__EXTRACTED DATA__

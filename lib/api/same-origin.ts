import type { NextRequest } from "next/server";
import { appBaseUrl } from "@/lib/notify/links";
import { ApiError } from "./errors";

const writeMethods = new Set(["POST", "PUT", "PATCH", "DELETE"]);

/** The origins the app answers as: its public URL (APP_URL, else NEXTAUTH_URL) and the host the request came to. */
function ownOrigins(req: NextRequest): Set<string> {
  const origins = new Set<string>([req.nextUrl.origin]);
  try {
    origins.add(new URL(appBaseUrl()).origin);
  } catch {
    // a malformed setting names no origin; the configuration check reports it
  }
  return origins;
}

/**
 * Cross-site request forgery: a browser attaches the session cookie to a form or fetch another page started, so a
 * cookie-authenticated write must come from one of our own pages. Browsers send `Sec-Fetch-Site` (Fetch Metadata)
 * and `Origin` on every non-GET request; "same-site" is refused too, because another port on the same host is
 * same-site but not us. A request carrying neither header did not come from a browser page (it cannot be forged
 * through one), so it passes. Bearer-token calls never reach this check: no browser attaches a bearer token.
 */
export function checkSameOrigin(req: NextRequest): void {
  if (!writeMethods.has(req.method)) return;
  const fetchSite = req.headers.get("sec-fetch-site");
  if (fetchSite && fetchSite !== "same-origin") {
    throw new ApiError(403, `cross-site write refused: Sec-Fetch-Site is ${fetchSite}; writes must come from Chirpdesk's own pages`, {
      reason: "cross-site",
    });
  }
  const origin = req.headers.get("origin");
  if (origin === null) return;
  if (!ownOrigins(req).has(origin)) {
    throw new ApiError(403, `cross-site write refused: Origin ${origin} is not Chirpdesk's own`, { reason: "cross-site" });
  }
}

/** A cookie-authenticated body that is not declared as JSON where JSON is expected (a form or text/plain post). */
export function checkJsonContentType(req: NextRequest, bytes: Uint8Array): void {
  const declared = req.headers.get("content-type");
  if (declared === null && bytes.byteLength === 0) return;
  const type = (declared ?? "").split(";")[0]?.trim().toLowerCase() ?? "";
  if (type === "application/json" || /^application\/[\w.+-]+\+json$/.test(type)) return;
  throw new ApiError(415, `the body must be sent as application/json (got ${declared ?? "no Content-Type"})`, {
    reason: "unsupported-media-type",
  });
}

__YOUR OBJECTIVE__
All lines above with the word "return" need to be reported.

__OUTPUT FOR THIS TASK__
  return origins;
  if (!writeMethods.has(req.method)) return;
  if (origin === null) return;
  if (declared === null && bytes.byteLength === 0) return;
  if (type === "application/json" || /^application\/[\w.+-]+\+json$/.test(type)) return;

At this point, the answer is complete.